Alters can add a sense of reverence.

First, decide that you are going to make a commitment to daily meditation practice and set that intention. Find a time that works for you and if all you can find is 5 minutes a day, then start there. Set an alarm ( I used a kitchen timer for the first 6 months) for 5 minutes and sit however you are comfortable. There is no need to sit an any special position. You may develop a “proper” sitting posture over time but it is not necessary to begin. Be comfortable. Next, sit. Be still and bring your attention to your breath coming in and going out. That’s it. Breathe naturally and keep your concentration on your breath. Allow your mind do whatever it does and when you notice your mind has begun making a shopping list or thinking about what to have for dinner simply acknowledge the thought and gently return your attention to your breath. A common misconception about meditation is that our minds are supposed to clear, get quiet and stop. This may be possible after an extended time of daily practice but for most people it is not. Our minds wander constantly and that’s ok, that is just what minds do. Be aware of judgment. We tend to judge ourselves before, during and after meditation. Your mind may tell you all kinds of things like: “ I’m bored”, “I’m uncomfortable”, “I don’t know what Im doing”. It’s ok, do it anyway. Your mind may tell you to stop 3 minutes in, it’s ok, keep going. What you will learn is that it is possible to have thoughts and then let them go. It is possible to be centered and relaxed even when the mind is chattering away. We can observe thoughts and not attach to them or judge them. The average person has between 60,000 and 80,000 thoughts a day. Be easy with yourself and adopt a gentle attitude of curiosity. “ Hmmm …my mind is saying this?

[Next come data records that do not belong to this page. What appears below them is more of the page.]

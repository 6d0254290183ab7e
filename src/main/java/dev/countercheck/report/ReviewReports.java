package dev.countercheck.report;

import dev.countercheck.review.Review;
import dev.countercheck.round.ReviewRound;

import java.util.List;
import java.util.Optional;

/**
 * The reports of one reviewed submission, joined to its {@link OutputSet}: the JSON result and the
 * HTML report, each written straight into its temporary file when the set is committed (the JSON
 * element by element, the HTML as the template runs; a large project's HTML on several pages, see
 * {@link Paging}), and, when asked for, the PDF. The PDF is laid out once from the report as one
 * HTML page, with the JSON result attached (which is then made as text once, for both files); for a
 * report of one page, that very HTML text is also the HTML file. Part pages of an earlier, larger
 * report of the same name that this one does not write are removed once the new reports are in place.
 */
public final class ReviewReports {

    private ReviewReports() {
    }

    /**
     * Readies now what every report needs and no review changes: the HTML template compiled and the glossary of
     * symbols read, some of a short review's start-up. Safe from any thread, once or more, while another renders
     * (a thread that needs either while another readies it waits for that one); a caller may run it on a second
     * core while the review runs.
     */
    public static void prepare() {
        HtmlReportWriter.prepare();
        Glossary.bundled();
    }

    /**
     * Adds the reports of {@code review} in {@code round} to {@code set}.
     *
     * @param pdf the PDF's file name, when a PDF is wanted
     * @return the names of the HTML files beyond {@code html} (the parts of a large project's report)
     */
    public static List<String> addTo(OutputSet set, Review review, ReviewRound round, String json, String html,
                                     Optional<String> pdf) {
        List<HtmlReportWriter.Page> pages = new HtmlReportWriter().pages(review, round, html);
        set.retire(Paging.partFiles(html));
        if (pdf.isEmpty()) {
            set.addText(json, out -> new JsonResultWriter().write(review, round, out));
            pages.forEach(p -> set.addText(p.fileName(), p.content()));
        } else {
            String result = new JsonResultWriter().write(review, round);
            set.add(json, result);
            String page = new HtmlReportWriter().write(review, round);
            if (pages.size() == 1) {
                set.add(html, page);
            } else {
                pages.forEach(p -> set.addText(p.fileName(), p.content()));
            }
            set.add(pdf.get(), out -> new PdfReportWriter().render(page, review, json, result, out));
        }
        return pages.stream().skip(1).map(HtmlReportWriter.Page::fileName).toList();
    }
}
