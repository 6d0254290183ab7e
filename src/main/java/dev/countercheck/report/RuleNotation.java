package dev.countercheck.report;

import java.util.ArrayList;
import java.util.List;
import java.util.Map;
import java.util.Optional;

Interesting”…then bring attention gently back to the breath. It’s all good.

Total candle freak.

There is a vast about of information on the web about different meditation practices. There are guided meditations, mindfulness meditations, Buddhist meditations, mystic meditations traditional faith meditations, Mantra meditations, Vipassana, Zen, Vedic, Transcendental, the list goes on. Don’t get too caught up in finding the “right” one. There is no “right” one. There is no right or wrong way to meditate. Begin with what feels right to you. Keep it simple. Lighting a candle and burning some incense may increase your enjoyment and concentration but it is not necessary. I have developed my own practice over a period of about 3 years and I consider it to be one of the most important aspects to my spiritual program and my way of life. Meditation has influenced every part of my life for the better. Sometimes my practice feels on point and sometimes I’m all over the place, but the results I see in my daily life are undeniable.

One final suggestion. Keep your meditation practice sacred. Once you find what works for you don’t share it with the world. It’s yours; treasure it, nurture it and allow it to grow. The benefits of meditation are limitless.